Near the end of the final movement, Sibelius sets up a moment that seemed to me the fulcrum upon which rests the piece: strings suspend, getting longer and longer in their chords. They crescendo, then fall to silence, a grand pause. Soon they soar again, only to fall to silence. Again the same, and then they grow, swell, grow, and the trombones enter, open fifths creating the chord, swelling, a moment of beauty, a cactus flower, and then it fades. This moment had struck me that afternoon, way up high in the Dress Circle, but it only made sense that night, with all of those people around. That moment of beauty, that elaborate preparation, seemed to me this whole experience: a brief moment shared, a minute of ecstasy.

At intermission, I made my way to the Shoron club, met Mr. P–– and was introduced to his wife, to several young Manhattan students that he and others had facilitated getting to the school, to several more Deutsche Bank employees, and to a conductor. It was a swirl of faces and hands to shake, and quickly we were ushered back to our seats.


It seemed only moments before the Schubert was begun and finished, the music so transparent and enjoyable, the sound so satisfying and rich.

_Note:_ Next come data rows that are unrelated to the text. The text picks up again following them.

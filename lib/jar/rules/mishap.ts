import { refuse } from '@/lib/http/errors'
import { spokenDay } from '@/lib/study/rules/calendar'
import type { AskedOfJar, JarOfMishap } from '../queries/of-mishap'
import type { JarMishap, MishapKind } from '../schema'

/** The line of the pull that it is about; null where the jar alone is. */
export function refuseMishap(jar: JarOfMishap, { kind, pull }: JarMishap): AskedOfJar | null {
  if (jar.studyState === 'closed') {
    throw refuse.conflict(`Study ${jar.studyCode} is closed, so nothing more is noted of jar ${jar.code}.`)
  }
  if (pull === null) return refuseJar(jar, kind)
  const asked = jar.asked.find((one) => one.id === pull.pullJarId)
  if (!asked) throw refuse.notFound('There is no such jar in a pull.')
  if (asked.state === 'done' || asked.state === 'missed') {
    const what = asked.state === 'done' ? 'read already' : 'marked as not read already'
    throw refuse.conflict(`Jar ${jar.code} was ${what}. Reload to see what is on record.`)
  }
  if (asked.version !== pull.version) {
    throw refuse.stale(
      `Jar ${jar.code} has moved on since you opened it: somebody opened it, took it out or read a part. Reload, look, then note it again.`,
      { version: asked.version, state: asked.state },
    )
  }
  if (kind === 'missed' && asked.isRead) {
    throw refuse.conflict(
      `A part of jar ${jar.code} is on record for ${asked.label}. Close it instead, leaving out the rest.`,
    )
  }
  if (kind === 'pulled early' && asked.windowFrom <= jar.today) {
    throw refuse.conflict(
      `The window of jar ${jar.code} is open since ${spokenDay(asked.windowFrom)}, so it is not early. Read it.`,
    )
  }
  return asked
}

function refuseJar(jar: JarOfMishap, kind: MishapKind): null {
  if (kind === 'missed' || kind === 'pulled early') {
    const sentence = 'Say in which pull this was.'
    throw refuse.invalid(sentence, { pull: sentence })
  }
  if (jar.state === 'spent' || jar.state === 'lost') {
    throw refuse.conflict(`Jar ${jar.code} is ${jar.state} already; nothing more happens to it.`)
  }
  return null
}

/** A jar that is merely not read goes back to its place. */
export function stateAfter(jar: Pick<JarOfMishap, 'state'>, kind: MishapKind): string {
  if (kind === 'broken' || kind === 'lost') return 'lost'
  if (kind === 'wrong jar') return 'spent'
  return jar.state === 'resting' || jar.state === 'pulled' ? 'stored' : jar.state
}

/** One of them as the study's sheet tells it; what happened is said by its kind, why by the reason. */
export type Mishap = { kind: MishapKind; code: string; reason: string; by: string; at: string }

const deeds: Record<MishapKind, string> = {
  missed: 'not read',
  broken: 'broken',
  lost: 'lost',
  'wrong jar': 'opened by mistake',
  'pulled early': 'pulled early',
}

export function mishapText({ kind, code, reason, by }: Mishap, day: string): string {
  return `Jar ${code} ${deeds[kind]}, ${day}, ${by}: ${reason}`
}

const prefixes: Partial<Record<MishapKind, string>> = {
  broken: 'broken: ',
  lost: 'lost: ',
  'wrong jar': 'opened by mistake: ',
}

/** As the sheet, the case and the report say why there is no reading. */
export function missedBecause({ kind, reason }: Pick<JarMishap, 'kind' | 'reason'>): string {
  // The jar's screen offers "broken" as the reason itself.
  const prefix = prefixes[kind] ?? ''
  return prefix === `${reason.toLowerCase()}: ` ? reason : `${prefix}${reason}`
}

The orchestra seemed to be saying, “this is what we are here to do. This is easy, delightful: we are here to make music.” Simon Rattle used the most graceful gestures: at a shift in color or tonality, he would turn over his wrists, let the music shift of its own accord, his hands evoking the shift, not forcing it. By the end, we were tired from the effort of concentrating, but not drained; everyone seemed to step lighter as we left and went into the sea of bodies.

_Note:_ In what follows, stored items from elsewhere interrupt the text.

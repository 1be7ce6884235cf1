import type { Actor } from '@/lib/auth/actor'
import type { Db } from '@/lib/db/client'
import { stationName } from '@/lib/protocol/rules/plan'
import { separationDetectionLimit } from '@/lib/science/separation'
import { cellsOf, worstOf } from '@/lib/study/rules/cells'
import { weeksBetween } from '@/lib/study/rules/calendar'
import { studyFinding } from '@/lib/study/rules/finding'
import { getStudyHead, listStudyBatches, listStudyStations, type StudyHead } from './head'
import {
  listCurrentReadings,
  listOpenFlags,
  listStationMeans,
  listStudyPullJars,
  listStudySeries,
  type OpenFlag,
  type PullJarRow,
  type SeriesRow,
} from './parts'
import type { StudyBatchRow, StudyStationRow } from './head'

/** The sheet of a study: eight statements whatever the number of jars, readings and batches. */
export async function getSheet(db: Db, actor: Actor, code: string) {
  const study = await getStudyHead(db, actor, code)
  const stations = await listStudyStations(db, study.id)
  const batches = await listStudyBatches(db, study.id)
  const pullJars = withoutEnded(await listStudyPullJars(db, study.id), stations)
  const series = inPlanOrder(await listStudySeries(db, study.id), study)
  const flags = await listOpenFlags(db, study.id)
  const readings = await listCurrentReadings(db, study.id)
  const means = await listStationMeans(db, study.id)
  const { fillHeightMm } = study.plan
  const shown = { pullJars, readings, series, today: study.today, fillHeightMm, plan: study.plan }
  return {
    study: headOf(study),
    batches,
    finding: findingOf({ study, stations, batches, pullJars, series, flags }),
    detectionPercent: separationDetectionLimit(
      fillHeightMm,
      study.plan.attributes.find((one) => one.attribute === 'separation')?.rulerMm,
    ),
    todayWeeks: study.state === 'running' ? weeksBetween(study.startedOn, study.today) : null,
    flags,
    shelves: batches.map((batch) => ({
      batchId: batch.id,
      rows: stations.map((station) => {
        const own = series.filter((one) => one.batchId === batch.id && one.studyStationId === station.id)
        const nearest = own
          .filter((one) => one.used !== null)
          .toSorted((a, b) => (b.used ?? 0) - (a.used ?? 0))[0]
        const separation = own.find((one) => one.attribute === 'separation')
        return {
          station: { ...station, meanC: means.find((mean) => mean.id === station.id)?.meanC ?? null },
          standing: worstOf(own.map((one) => one.standing)),
          cells: cellsOf(batch.id, station.id, shown),
          frontWeeks: separation?.outSinceWeeks ?? null,
          leavesAt: leaving(separation),
          nearest: nearest ? { attribute: nearest.attribute, used: nearest.used ?? 0 } : null,
        }
      }),
    })),
  }
}
export type SheetPage = Awaited<ReturnType<typeof getSheet>>
export type SheetShelf = SheetPage['shelves'][number]['rows'][number]

/** Where a station ended early, its shelf ends: what was planned after that day is told by the amendment. */
function withoutEnded(pullJars: PullJarRow[], stations: StudyStationRow[]): PullJarRow[] {
  return pullJars.filter((jar) => {
    const endedOn = stations.find((station) => station.id === jar.studyStationId)?.endedOn
    return !endedOn || jar.state !== 'missed' || jar.dueOn <= endedOn
  })
}

/** Attributes stand in the order in which the protocol measures them. */
function inPlanOrder(series: SeriesRow[], { plan }: StudyHead): SeriesRow[] {
  const order = plan.attributes.map((one) => one.attribute as string)
  return series.toSorted((a, b) => order.indexOf(a.attribute) - order.indexOf(b.attribute))
}

function leaving(separation: SeriesRow | undefined) {
  if (separation?.standing !== 'leaning' || separation.leavesAtWeeks === null) return null
  const { leavesAtLow, leavesAtHigh } = separation.finding
  return { weeks: separation.leavesAtWeeks, low: leavesAtLow, high: leavesAtHigh }
}

/** What a page shows of its study; the plan stays on the server. */
export function headOf({ plan, ...study }: StudyHead) {
  return {
    ...study,
    fillHeightMm: plan.fillHeightMm,
    attributes: plan.attributes,
    stationNames: plan.stations.map(stationName),
  }
}
export type ShownStudy = ReturnType<typeof headOf>

/** The finding from what the page has read already. */
export function findingOf(page: {
  study: StudyHead
  stations: StudyStationRow[]
  batches: StudyBatchRow[]
  pullJars: Pick<PullJarRow, 'dueOn' | 'windowFrom' | 'windowTo' | 'state' | 'closedAt' | 'asks'>[]
  series: SeriesRow[]
  flags: OpenFlag[]
}) {
  const { study, stations, pullJars } = page
  // References stand beside the study: the finding is of its own batches.
  const batches = page.batches.filter((batch) => !batch.isReference)
  const isOwn = ({ batchId }: { batchId: string }) => batches.some((batch) => batch.id === batchId)
  const series = page.series.filter(isOwn)
  const flags = page.flags.filter(isOwn)
  const { today } = study
  const todays = pullJars.filter(
    (jar) =>
      (jar.dueOn === today && jar.state !== 'missed') ||
      (jar.dueOn < today && (jar.state === 'due' || jar.state === 'resting')),
  )
  const next = pullJars
    .filter((jar) => jar.dueOn > today)
    .map((jar) => jar.dueOn)
    .toSorted()[0]
  return studyFinding({
    startedOn: study.startedOn,
    endWeeks: study.endWeeks,
    state: study.state,
    stations: stations.map((station) => ({
      id: station.id,
      temperatureC: station.temperatureC,
      kind: station.kind,
      variant: station.variant,
      timePoints: study.plan.stations[station.position]?.timePoints ?? [],
    })),
    series,
    batchCodes: batches.map((batch) => batch.code),
    flags,
    flagsBeside: page.flags.length - flags.length,
    today: { due: todays.length, done: todays.filter((jar) => jar.state === 'done').length },
    nextPullOn: next ?? null,
  })
}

I made myself down to the base of the stage, knowing that now, truly, was my final moment in this week-long adventure, that I had had the perfect ending to a perfect week. I looked up at the empty seats, at the hall how it appeared familiar to me now, a building as miraculous as the music that was made on its stage.

As I left, I helped an old woman down the stairs, looking around for Mr. P––, or any of his party, wanting to thank him again for that evening, but unable to find him, I stepped out into the night air. What had seemed cold and had made me shiver now was merely refreshing, and the wind that had chilled my bones on the way to the hall merely fanned an internal fire. I stopped mid-stride and wrote, now the night is not so cold; music warms my bones.

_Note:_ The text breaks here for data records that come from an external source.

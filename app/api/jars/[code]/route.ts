import { read, write } from '@/lib/http/route'
import { weighFilledJar } from '@/lib/jar/commands/weigh-filled'
import { getJar } from '@/lib/jar/queries/jars'
import { filledJar, jarAddress } from '@/lib/jar/schema'

export const GET = read({
  permission: 'bench.read',
  params: jarAddress,
  handler: ({ db, actor, params }) => getJar(db, actor, params.code),
})

export const PUT = write({
  permission: 'reading.log',
  params: jarAddress,
  input: filledJar,
  handler: ({ db, actor, params, input }) => weighFilledJar(db, actor, params.code, input),
})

When a concert changes one’s life, it is not larger circles of life that shift, not the shape of the buildings or the direction of one’s life, but the very small circles, the inner gears themselves. The air feels different, the sky less cold, one’s heart a different timbre. Using the lessons learned from falling in love, one knows one need not shout the moment to the stars, open one’s lungs to the night. Instead, there is a quiet reserve that has been filled, and with each breath it seems possible to feel once again the velvet, hear again the tangible silence of three thousand people waiting for the first sound to emerge, almost to see once again the sound as it blooms in the air, matures, explodes and dies in ecstasy upon one’s ears.